» **Work request**: A verbatim reproduction of the lines below, from the line containing "section on the" through the line containing "of the bed.", both ends included, is the whole required output.

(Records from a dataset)
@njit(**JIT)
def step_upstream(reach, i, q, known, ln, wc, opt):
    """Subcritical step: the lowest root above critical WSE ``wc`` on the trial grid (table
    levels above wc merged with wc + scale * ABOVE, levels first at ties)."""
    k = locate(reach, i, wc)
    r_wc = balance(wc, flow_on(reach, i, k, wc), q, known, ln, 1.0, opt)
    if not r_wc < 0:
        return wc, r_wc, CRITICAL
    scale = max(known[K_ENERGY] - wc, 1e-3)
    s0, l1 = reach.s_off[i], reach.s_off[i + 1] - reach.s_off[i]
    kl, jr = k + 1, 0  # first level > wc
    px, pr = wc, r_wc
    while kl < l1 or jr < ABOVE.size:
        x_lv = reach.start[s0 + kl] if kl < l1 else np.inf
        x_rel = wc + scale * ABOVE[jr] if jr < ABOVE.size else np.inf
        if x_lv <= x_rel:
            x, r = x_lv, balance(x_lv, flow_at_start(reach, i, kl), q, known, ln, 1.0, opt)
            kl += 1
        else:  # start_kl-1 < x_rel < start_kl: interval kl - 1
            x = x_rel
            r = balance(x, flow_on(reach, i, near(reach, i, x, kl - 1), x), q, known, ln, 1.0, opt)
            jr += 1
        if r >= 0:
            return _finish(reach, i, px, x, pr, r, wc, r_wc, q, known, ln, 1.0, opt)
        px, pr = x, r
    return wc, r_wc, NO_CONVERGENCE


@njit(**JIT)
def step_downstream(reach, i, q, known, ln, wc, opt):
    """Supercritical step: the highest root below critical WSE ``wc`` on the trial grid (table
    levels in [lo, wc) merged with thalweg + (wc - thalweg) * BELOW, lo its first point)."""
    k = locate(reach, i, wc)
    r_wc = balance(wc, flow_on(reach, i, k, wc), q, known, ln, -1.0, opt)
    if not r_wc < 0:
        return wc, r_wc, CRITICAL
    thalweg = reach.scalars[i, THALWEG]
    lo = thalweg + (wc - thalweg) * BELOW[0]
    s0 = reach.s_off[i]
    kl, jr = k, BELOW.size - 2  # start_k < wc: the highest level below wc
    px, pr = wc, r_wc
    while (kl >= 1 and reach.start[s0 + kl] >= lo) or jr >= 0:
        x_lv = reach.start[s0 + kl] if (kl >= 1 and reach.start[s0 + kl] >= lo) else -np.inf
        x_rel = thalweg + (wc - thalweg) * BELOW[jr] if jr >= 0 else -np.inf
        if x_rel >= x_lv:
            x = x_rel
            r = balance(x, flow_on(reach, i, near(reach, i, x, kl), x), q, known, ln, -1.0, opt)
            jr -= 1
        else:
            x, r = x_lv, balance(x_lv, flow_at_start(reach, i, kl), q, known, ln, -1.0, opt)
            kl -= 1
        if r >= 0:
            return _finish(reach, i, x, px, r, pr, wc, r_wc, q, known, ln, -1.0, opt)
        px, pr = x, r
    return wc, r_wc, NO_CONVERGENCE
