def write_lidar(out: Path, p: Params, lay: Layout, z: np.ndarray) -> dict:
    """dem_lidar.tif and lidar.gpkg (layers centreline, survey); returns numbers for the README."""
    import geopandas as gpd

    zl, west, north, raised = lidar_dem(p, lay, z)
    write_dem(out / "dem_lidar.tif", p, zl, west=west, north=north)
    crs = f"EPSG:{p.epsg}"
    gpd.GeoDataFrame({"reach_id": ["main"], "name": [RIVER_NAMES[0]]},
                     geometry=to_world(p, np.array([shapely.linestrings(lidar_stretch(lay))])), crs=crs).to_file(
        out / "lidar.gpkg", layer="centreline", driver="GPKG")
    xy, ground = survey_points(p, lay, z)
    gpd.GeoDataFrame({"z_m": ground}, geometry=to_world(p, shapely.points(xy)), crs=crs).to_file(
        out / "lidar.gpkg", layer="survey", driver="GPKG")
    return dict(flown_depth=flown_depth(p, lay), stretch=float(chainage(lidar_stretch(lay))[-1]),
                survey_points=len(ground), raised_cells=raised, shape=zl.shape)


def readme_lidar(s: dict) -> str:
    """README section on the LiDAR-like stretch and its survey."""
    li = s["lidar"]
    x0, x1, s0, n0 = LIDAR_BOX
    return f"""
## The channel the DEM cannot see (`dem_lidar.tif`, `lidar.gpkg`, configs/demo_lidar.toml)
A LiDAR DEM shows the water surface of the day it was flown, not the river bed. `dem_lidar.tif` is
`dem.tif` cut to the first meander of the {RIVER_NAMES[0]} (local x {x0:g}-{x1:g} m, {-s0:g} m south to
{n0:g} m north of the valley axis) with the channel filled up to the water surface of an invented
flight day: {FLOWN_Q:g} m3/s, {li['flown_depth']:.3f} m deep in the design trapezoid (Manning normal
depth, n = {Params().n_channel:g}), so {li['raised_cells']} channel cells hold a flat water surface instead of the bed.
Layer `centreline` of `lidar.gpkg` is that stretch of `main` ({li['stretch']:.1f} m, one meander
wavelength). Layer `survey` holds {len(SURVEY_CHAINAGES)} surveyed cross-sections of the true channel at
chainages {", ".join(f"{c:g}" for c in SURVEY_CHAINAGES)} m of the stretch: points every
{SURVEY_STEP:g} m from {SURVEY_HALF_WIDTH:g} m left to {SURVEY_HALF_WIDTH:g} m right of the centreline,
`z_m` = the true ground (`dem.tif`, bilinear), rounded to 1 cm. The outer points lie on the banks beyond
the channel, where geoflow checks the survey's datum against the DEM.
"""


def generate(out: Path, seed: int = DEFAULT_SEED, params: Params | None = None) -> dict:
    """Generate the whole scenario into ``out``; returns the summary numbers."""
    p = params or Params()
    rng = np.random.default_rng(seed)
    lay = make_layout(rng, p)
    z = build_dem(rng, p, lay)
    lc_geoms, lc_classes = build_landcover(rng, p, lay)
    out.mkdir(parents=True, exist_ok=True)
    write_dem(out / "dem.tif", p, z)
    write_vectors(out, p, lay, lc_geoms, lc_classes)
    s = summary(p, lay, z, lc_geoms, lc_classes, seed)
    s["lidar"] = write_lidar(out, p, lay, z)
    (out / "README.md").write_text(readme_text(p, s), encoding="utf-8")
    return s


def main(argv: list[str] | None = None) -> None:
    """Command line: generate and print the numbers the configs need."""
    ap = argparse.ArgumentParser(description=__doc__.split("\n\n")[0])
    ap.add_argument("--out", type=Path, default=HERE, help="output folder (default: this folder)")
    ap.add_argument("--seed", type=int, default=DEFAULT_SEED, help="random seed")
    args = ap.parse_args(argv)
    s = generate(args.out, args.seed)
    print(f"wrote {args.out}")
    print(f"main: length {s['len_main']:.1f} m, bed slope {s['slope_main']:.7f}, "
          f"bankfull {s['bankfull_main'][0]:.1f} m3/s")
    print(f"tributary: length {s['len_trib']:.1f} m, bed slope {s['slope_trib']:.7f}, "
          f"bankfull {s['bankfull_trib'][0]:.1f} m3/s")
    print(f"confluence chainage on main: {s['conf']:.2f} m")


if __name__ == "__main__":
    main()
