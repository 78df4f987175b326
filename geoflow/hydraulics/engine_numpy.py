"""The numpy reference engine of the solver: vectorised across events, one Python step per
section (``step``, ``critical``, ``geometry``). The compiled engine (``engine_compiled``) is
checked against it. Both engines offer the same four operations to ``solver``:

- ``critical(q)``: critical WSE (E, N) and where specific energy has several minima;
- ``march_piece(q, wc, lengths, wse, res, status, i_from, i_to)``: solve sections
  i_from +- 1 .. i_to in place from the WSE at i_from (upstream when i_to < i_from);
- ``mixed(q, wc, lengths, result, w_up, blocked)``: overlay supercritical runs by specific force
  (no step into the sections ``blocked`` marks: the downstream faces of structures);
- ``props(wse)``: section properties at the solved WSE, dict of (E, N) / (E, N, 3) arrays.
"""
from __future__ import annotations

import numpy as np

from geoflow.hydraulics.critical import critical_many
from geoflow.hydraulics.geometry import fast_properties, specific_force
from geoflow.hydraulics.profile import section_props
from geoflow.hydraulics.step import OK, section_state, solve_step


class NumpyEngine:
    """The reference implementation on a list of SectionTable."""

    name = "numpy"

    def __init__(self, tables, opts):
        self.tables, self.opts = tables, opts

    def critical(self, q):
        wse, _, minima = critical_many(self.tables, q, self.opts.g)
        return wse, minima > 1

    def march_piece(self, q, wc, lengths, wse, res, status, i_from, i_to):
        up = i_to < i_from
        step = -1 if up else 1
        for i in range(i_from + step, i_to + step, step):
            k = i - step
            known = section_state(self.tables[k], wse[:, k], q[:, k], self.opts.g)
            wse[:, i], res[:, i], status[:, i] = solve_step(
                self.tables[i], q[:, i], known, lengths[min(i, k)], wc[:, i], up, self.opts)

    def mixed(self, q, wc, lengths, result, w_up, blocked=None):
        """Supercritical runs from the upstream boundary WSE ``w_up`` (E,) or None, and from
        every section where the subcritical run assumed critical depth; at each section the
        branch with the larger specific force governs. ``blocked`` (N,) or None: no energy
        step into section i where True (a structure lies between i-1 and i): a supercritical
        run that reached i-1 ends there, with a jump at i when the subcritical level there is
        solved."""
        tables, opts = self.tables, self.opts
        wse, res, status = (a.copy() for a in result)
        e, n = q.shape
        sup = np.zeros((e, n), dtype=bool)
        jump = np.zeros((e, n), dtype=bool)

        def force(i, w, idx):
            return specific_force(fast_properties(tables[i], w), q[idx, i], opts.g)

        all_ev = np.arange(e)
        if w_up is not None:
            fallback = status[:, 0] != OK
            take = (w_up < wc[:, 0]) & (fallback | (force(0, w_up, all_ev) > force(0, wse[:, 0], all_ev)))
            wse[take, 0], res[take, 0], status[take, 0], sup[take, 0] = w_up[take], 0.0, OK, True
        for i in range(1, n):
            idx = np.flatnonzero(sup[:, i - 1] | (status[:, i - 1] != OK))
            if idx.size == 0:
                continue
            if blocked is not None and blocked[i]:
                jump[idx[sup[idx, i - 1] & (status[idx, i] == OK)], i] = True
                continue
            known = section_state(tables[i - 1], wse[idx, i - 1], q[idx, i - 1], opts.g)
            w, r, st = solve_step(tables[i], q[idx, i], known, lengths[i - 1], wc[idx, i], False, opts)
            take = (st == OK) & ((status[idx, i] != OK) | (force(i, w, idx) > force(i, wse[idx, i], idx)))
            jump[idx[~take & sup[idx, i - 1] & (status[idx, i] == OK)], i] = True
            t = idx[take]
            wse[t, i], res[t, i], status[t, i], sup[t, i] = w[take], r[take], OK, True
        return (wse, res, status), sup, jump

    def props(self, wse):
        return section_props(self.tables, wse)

» **Result of the task**:
    """README section on the LiDAR-like stretch and its survey."""
    li = s["lidar"]
    x0, x1, s0, n0 = LIDAR_BOX
    return f"""
## The channel the DEM cannot see (`dem_lidar.tif`, `lidar.gpkg`, configs/demo_lidar.toml)
A LiDAR DEM shows the water surface of the day it was flown, not the river bed. `dem_lidar.tif` is
`dem.tif` cut to the first meander of the {RIVER_NAMES[0]} (local x {x0:g}-{x1:g} m, {-s0:g} m south to
{n0:g} m north of the valley axis) with the channel filled up to the water surface of an invented
flight day: {FLOWN_Q:g} m3/s, {li['flown_depth']:.3f} m deep in the design trapezoid (Manning normal
depth, n = {Params().n_channel:g}), so {li['raised_cells']} channel cells hold a flat water surface instead of the bed.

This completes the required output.